Life lessons from the wife
You've met my wife in my columns. She's always been the voice of reason. She's kept my feet on the ground when some motorcycle or the other causes me to fly off in a maelstrom of desire and emotion. She has passed away.
I already knew intimately how much her voice and thought colours my opinion. But I began to get a sense of how much she mattered to you when I started getting messages from you all. Readers who realised how special my Arti was from the references in my columns. Thank you. Your words helped immensely.
There were many columns where Arti had either a direct role or a quieter, more subtle one. The one that got a tidal wave of reactions was Stop Waiting.
Today, I'd like to broach the same idea from a perspective Arti and I increasingly subscribed to in the recent years.
Consider the things you can guarantee. When you strip all the layers away, you will realise that only death is guaranteed, as macabre as that sounds. As Jim Morrison is eloquently said to have put it, "No one here gets out alive."
We are all going to die. Fact. It's the only prediction that must inescapably come true. Don't you think Death's finality and inevitability should factor in your decision making today?
In Arti's case, we knew in 2014 that we had to talk about death - her health was worsening. We needed to deny death the opportunity to sneak up on us. Little did I know that she was making ready in her usually cheerful, pragmatic way.
If we knew when our time would come, our lives would be far more ordered, no? But because we don't, our solution appears to be to live like death doesn't exist.
That sounds wrong, right?
Arti and I altered our approach to life, and it has been a big help. That is also the reason why I'm writing this column in a cloud of melancholy serenity rather than in a fog of tears and rage.
The first thing we changed is that we stopped trying to plan our future too carefully. The idea of a secure future is a powerful seduction. Forty years on you have the money to bankroll your dreams and realise that your body can't cash those cheques. That the motorcycles of your dreams are there for the taking. But age has made you slower, weaker and more risk averse. And you'll never ride with the zest of a 30-something again.
We decided to stop waiting too much. To indulge our passions while our bodies could keep up. Before death ended our adventure. A secure future is an oxymoron. How can we secure something we cannot reliably predict? Is sacrificing the present the solution?
We didn't ignore our future totally either. A long and healthy life is a solid probability. For me, for sure, she was convinced. Knock on wood. In that event, having savings and plans matters. Massively. At the level of survival as well as in terms of being comfortable and happy.
The challenge was to find a balance. We found ours. A selection of choices that extracts as much juice as possible from the present while keeping aside just enough for future reserves. A vastly less conservative plan that I guarantee a financial planner would upchuck a week's worth of meals over.
That's why Ferine. Because a bank loan wasn't what we needed at the time. But we wanted it. And to my surprise, Arti said that by skimping here and there we could just about afford the EMI.
The other thing we learnt is to accept our fundamental lack of control over the world. To focus on working hard to change or fix whatever is within our power.
This idea, 'Circles of Influence,' originated in a leadership class at my ex-employers, NIIT. It's a mechanism I use every day to deal with reality. Once we accepted, for example, that Arti's disease was chronic and irreversible, life became simpler. To deal with, if not to live with.

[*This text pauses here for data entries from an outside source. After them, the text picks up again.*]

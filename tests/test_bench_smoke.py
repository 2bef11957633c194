"""The merge benchmark runs to the end on a small input, and the office command it times
writes the same bytes as the phases it reports; the evaluate benchmark's golden answers are compared with the
golden files (no timing is asserted: figures are printed)."""

from __future__ import annotations

import pathlib
import subprocess
import sys

from tamis import demo

BENCH = pathlib.Path(__file__).resolve().parent.parent / "bench" / "bench_merge.py"


def test_bench_merge_runs_and_the_office_command_writes_what_the_phases_write():
    p = subprocess.run([sys.executable, str(BENCH), "--n", "300", "--files", "4", "--calc-n", "20", "--cli"],
                       capture_output=True, text=True, timeout=300)
    assert p.returncode == 0, p.stdout + p.stderr
    assert "output identical to the write phase" in p.stdout, p.stdout
    assert "[now] merge of 300 records from 4 files" in p.stdout
    # base soils get calc cells, lots an empty set of them, bands none
    refs = sum(1 for r in demo.load_records() if r["kind"] in ("base", "lot"))
    assert f"[now] calc columns: {20 + refs} records" in p.stdout, p.stdout


def test_bench_evaluate_compares_the_golden_answers_with_the_golden_files(capsys):
    sys.path.insert(0, str(BENCH.parent))
    import bench_evaluate as be

    reqs, want = be.golden_requests("evaluate"), be.golden_responses("evaluate")
    assert len(reqs) == len(want) > 0
    assert be.compare("evaluate (golden)", reqs, {"now": be.api.handle}, 1, want)
    assert "now = golden files byte for byte" in capsys.readouterr().out
    stale = want[:-1] + [want[-1].replace('"ok":', '"ok" :', 1)]
    assert not be.compare("evaluate (golden)", reqs, {"now": be.api.handle}, 1, stale)
    assert "NOW DIFFERS FROM 1 GOLDEN FILES" in capsys.readouterr().out
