"""The JSON envelope of tamis.api.handle (docs/json-contract.md, schema 1).

These checks are about the boundary itself: every malformed request becomes
``ok: false`` with a code, a message and a field path, never a traceback; the
output is strict JSON (RFC 8259: no NaN or Infinity tokens).
"""

import json

import pytest

import tamis
from tamis import api


def call(text):
    out = api.handle(text)
    assert isinstance(out, str)
    # RFC 8259 strict parse: refuse NaN/Infinity tokens in our own output.
    def refuse(name):
        raise AssertionError(f"non-standard JSON constant {name} in output")
    return json.loads(out, parse_constant=refuse)


def test_version_op_echoes_id_and_core_version():
    r = call(json.dumps({"schema": 1, "op": "version", "id": "abc"}))
    assert r["ok"] is True and r["id"] == "abc" and r["schema"] == 1
    assert r["core_version"] == tamis.__version__ == r["result"]["core_version"]
    assert "gradation" in r["result"]["ops"] and "evaluate" in r["result"]["ops"]


@pytest.mark.parametrize("text, code, field", [
    ("{not json", "bad_json", ""),
    ("[1, 2]", "not_an_object", ""),
    ('"gradation"', "not_an_object", ""),
    ('{"schema": 1, "op": "no_such_op"}', "unknown_op", "op"),
    ('{"schema": 1}', "unknown_op", "op"),
    ('{"schema": 2, "op": "version"}', "unsupported_schema", "schema"),
    ('{"schema": true, "op": "version"}', "unsupported_schema", "schema"),
    ('{"schema": 1, "op": "version", "x": NaN}', "not_finite", ""),
    ('{"schema": 1, "op": "version", "x": Infinity}', "not_finite", ""),
    ('{"schema": 1, "op": "version", "id": [1]}', "bad_id", "id"),
])
def test_malformed_requests_are_refused_with_code_and_field(text, code, field):
    r = call(text)
    assert r["ok"] is False
    assert r["error"]["code"] == code
    assert r["error"]["field"] == field
    assert r["error"]["message"]
    assert "Traceback" not in r["error"]["message"]


def test_request_that_is_not_a_string_is_refused():
    r = json.loads(api.handle({"op": "version"}))  # a dict, not a JSON string
    assert r["ok"] is False and r["error"]["code"] == "not_a_string"


def test_unexpected_defect_is_reported_not_raised(monkeypatch):
    def boom(req):
        raise ZeroDivisionError("division by zero")
    monkeypatch.setitem(api.OPS, "version", "tests_boom:boom")
    import sys, types
    mod = types.ModuleType("tests_boom")
    mod.boom = boom
    monkeypatch.setitem(sys.modules, "tests_boom", mod)
    r = call('{"schema": 1, "op": "version", "id": 5}')
    assert r["ok"] is False and r["id"] == 5
    assert r["error"]["code"] == "internal_error"
    assert "ZeroDivisionError" in r["error"]["message"]


def test_non_finite_numbers_made_by_an_op_never_reach_the_output(monkeypatch):
    import sys, types
    mod = types.ModuleType("tests_nan")
    mod.op = lambda req: ({"a": float("nan"), "b": [float("inf"), 1.5]}, [])
    monkeypatch.setitem(sys.modules, "tests_nan", mod)
    monkeypatch.setitem(api.OPS, "version", "tests_nan:op")
    r = call('{"schema": 1, "op": "version"}')
    assert r["ok"] is True
    assert r["result"] == {"a": None, "b": [None, 1.5]}


def test_d_value_on_a_measured_point_is_that_sieve_exactly():
    # A D-value whose percentage equals a measured point is the sieve opening itself
    # (no round trip through log/exp), so "exactly at the limit" compares exactly.
    from tamis.lab.curve import make_curve, size_at
    c = make_curve([(4.75, 100.0), (1.18, 60.0), (0.3, 15.0), (0.075, 3.0)])
    assert size_at(c, 15.0) == 0.3
    assert size_at(c, 60.0) == 1.18
    assert size_at(c, 100.0) == 4.75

There were setbacks, but we worked hard at what we could to overcome them. We didn't worry too much outside of not leaving any stones unturned. The low phases and hospital stays didn't dent our confidence, or our drive to get back on our feet and march on. Our lack of control over the outcome didn't cause us to feel depressed. It was merely the nature of our playing field, unworthy of emotion. Steeply uphill but still just a path. Step by step, we marched on.
But here I am. She's not here with me. And this is my new reality. I have a profound sense of loss. Given how much she went through, more than a small measure of relief as well. That's a strange set of feelings to mix.
When I prod these feelings, a memory reminds me that my Arti was far wiser and prescient than I knew.
Many, many nights ago, we lingered quietly in our bedroom lit only by a sense of her immense happiness. "When I go, my love, don't mourn me. I've had a great life with you," she said softly, "Have a good life. Focus on the important stuff, okay? Buy lots of motorcycles!"